[Saved entries]
★ ★ ★ ★ ★
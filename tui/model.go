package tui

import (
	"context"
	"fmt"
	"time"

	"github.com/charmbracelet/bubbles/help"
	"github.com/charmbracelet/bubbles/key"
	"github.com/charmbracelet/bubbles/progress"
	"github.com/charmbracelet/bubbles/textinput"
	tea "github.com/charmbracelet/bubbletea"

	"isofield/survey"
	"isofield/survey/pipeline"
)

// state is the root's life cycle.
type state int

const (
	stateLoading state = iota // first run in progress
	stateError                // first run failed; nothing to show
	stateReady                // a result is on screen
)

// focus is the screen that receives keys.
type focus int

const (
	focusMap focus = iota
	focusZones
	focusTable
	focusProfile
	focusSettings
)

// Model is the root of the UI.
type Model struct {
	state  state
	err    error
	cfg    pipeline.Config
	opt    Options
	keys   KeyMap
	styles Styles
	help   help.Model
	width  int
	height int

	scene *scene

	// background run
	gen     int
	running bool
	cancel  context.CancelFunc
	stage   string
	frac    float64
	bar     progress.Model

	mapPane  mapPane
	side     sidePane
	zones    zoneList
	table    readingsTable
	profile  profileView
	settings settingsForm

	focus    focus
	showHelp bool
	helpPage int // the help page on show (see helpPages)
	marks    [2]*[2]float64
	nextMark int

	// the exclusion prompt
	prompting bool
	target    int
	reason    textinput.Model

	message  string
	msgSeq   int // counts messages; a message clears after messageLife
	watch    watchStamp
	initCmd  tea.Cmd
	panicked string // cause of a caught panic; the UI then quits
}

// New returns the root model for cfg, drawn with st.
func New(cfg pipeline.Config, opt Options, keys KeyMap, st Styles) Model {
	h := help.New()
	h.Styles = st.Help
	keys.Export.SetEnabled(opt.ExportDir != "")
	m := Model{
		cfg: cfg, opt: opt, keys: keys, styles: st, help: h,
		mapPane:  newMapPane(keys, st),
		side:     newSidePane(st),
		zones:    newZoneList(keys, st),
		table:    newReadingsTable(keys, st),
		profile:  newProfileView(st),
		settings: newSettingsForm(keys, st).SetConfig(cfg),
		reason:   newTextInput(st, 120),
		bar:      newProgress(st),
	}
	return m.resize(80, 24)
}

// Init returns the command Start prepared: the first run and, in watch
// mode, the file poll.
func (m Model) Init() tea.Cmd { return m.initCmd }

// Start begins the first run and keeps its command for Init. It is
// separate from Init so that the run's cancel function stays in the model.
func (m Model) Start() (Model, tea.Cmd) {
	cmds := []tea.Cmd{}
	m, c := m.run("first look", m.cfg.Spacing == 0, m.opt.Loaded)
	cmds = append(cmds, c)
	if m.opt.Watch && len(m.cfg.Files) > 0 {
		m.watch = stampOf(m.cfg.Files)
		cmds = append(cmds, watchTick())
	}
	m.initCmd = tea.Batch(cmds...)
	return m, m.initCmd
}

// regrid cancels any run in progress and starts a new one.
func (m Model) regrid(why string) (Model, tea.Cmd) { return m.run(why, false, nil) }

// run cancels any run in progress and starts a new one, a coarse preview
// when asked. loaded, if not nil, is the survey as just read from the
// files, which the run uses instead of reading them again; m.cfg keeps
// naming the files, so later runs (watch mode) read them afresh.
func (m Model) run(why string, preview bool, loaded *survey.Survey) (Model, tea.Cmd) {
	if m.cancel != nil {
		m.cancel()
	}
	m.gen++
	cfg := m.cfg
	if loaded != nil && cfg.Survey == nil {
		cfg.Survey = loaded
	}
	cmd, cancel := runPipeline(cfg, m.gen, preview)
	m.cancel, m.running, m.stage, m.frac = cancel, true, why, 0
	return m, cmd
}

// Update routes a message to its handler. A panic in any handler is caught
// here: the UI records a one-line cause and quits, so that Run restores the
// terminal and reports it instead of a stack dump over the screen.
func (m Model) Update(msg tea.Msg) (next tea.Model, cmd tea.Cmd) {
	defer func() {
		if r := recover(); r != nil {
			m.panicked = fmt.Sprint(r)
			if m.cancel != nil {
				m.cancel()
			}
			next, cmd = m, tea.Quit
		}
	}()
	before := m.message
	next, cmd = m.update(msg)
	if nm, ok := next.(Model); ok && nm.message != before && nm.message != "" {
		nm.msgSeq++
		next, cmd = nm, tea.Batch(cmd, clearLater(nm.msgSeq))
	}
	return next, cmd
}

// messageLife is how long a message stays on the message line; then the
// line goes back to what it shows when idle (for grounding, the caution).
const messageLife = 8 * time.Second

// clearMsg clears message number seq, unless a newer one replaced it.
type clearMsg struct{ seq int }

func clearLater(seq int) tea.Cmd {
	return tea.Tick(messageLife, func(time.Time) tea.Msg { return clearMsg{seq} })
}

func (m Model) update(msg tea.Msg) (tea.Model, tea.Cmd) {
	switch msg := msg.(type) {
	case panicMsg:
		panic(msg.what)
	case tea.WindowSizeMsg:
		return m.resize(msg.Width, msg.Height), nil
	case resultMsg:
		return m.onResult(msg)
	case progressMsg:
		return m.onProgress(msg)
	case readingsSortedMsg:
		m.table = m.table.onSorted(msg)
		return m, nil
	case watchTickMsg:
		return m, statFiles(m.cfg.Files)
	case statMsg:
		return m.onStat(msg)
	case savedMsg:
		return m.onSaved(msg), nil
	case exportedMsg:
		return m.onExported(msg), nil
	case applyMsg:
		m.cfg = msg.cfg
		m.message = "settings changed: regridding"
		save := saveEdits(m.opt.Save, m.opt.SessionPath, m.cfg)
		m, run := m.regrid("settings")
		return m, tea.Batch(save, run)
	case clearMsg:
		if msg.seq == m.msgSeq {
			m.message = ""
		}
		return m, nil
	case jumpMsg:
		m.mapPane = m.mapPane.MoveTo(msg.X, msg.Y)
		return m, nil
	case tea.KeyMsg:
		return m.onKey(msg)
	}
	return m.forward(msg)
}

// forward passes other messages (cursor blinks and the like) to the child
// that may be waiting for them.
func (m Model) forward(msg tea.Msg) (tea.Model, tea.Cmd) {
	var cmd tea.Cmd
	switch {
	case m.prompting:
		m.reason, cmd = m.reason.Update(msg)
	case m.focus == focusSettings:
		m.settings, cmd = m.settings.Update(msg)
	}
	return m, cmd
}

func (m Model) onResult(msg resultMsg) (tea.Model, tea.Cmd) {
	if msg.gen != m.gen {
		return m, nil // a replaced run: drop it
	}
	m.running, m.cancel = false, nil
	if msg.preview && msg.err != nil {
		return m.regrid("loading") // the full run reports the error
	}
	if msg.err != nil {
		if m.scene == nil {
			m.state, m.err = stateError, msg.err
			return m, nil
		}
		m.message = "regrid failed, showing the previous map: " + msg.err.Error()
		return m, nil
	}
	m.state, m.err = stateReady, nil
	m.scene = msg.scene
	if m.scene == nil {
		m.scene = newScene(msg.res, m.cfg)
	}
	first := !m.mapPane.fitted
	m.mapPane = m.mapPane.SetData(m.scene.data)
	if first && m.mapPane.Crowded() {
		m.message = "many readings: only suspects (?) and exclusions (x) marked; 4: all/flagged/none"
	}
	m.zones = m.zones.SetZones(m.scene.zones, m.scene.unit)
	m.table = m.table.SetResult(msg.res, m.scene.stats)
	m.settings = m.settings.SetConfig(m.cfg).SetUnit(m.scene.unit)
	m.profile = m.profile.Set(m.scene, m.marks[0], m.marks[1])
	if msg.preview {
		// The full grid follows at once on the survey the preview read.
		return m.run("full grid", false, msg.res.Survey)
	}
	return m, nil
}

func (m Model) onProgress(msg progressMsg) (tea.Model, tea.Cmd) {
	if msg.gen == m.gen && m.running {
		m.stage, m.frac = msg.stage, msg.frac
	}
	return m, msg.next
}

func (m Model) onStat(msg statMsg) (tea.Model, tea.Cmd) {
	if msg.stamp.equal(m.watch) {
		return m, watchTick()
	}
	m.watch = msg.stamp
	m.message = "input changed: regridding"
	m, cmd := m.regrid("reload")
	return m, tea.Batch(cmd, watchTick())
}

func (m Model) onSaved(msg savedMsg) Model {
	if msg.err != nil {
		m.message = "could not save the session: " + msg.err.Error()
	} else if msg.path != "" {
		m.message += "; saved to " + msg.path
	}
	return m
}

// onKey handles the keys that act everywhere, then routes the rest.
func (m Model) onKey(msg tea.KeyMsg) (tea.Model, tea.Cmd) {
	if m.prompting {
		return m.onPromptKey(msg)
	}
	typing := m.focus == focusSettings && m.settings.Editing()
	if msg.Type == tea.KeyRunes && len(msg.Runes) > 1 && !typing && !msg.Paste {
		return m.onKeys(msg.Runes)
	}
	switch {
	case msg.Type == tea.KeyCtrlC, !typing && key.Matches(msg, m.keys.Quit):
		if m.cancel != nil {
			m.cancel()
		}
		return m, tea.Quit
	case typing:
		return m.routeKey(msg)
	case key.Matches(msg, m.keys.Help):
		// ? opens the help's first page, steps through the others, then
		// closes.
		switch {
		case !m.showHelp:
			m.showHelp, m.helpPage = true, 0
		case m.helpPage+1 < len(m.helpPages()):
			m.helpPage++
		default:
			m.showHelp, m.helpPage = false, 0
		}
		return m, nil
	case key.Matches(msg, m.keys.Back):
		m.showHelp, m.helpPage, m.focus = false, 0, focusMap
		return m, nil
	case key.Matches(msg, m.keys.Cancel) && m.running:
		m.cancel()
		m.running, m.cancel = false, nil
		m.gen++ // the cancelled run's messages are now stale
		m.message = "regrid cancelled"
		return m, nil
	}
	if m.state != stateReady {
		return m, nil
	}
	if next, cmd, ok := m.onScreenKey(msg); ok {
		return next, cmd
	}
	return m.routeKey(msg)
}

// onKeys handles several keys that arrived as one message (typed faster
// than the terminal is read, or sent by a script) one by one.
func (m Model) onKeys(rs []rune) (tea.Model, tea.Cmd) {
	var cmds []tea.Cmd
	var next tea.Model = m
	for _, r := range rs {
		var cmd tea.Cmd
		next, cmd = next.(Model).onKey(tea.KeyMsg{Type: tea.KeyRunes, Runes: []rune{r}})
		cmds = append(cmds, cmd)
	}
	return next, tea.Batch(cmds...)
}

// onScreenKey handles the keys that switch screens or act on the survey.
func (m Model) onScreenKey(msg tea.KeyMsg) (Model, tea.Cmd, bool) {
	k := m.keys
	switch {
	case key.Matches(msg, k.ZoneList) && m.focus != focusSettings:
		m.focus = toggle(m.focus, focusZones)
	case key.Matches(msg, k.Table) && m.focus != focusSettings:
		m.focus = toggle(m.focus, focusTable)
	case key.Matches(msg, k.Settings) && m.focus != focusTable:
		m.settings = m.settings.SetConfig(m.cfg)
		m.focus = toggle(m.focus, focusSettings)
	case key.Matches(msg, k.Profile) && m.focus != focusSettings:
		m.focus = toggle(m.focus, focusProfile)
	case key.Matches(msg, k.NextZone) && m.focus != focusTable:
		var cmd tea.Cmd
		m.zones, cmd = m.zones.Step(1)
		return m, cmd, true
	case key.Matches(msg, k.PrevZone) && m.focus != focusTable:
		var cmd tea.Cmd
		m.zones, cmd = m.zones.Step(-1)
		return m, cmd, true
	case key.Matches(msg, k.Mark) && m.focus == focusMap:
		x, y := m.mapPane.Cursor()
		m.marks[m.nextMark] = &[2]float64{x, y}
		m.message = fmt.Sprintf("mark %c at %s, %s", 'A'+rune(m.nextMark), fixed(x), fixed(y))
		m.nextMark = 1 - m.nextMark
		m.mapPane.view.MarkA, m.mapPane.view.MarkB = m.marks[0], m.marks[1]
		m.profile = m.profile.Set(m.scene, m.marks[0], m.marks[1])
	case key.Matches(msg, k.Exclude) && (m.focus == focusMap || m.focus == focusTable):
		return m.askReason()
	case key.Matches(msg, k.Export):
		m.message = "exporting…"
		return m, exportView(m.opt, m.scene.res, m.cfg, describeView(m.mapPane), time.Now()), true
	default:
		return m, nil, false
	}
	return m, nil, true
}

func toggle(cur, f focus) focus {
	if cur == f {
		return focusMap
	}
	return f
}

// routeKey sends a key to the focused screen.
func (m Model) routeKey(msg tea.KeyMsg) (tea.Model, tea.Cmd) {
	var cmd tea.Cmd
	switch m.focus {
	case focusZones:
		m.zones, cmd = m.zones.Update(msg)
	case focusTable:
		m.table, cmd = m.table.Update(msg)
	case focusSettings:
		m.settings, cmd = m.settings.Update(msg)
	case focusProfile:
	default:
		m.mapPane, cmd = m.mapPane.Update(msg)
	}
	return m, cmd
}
★ ★ ★ ★ ★
* Work request *
What lines above mention "charmbracelet"? Copy each one.

* Reply *
	"github.com/charmbracelet/bubbles/help"
	"github.com/charmbracelet/bubbles/key"
	"github.com/charmbracelet/bubbles/progress"
	"github.com/charmbracelet/bubbles/textinput"
	tea "github.com/charmbracelet/bubbletea"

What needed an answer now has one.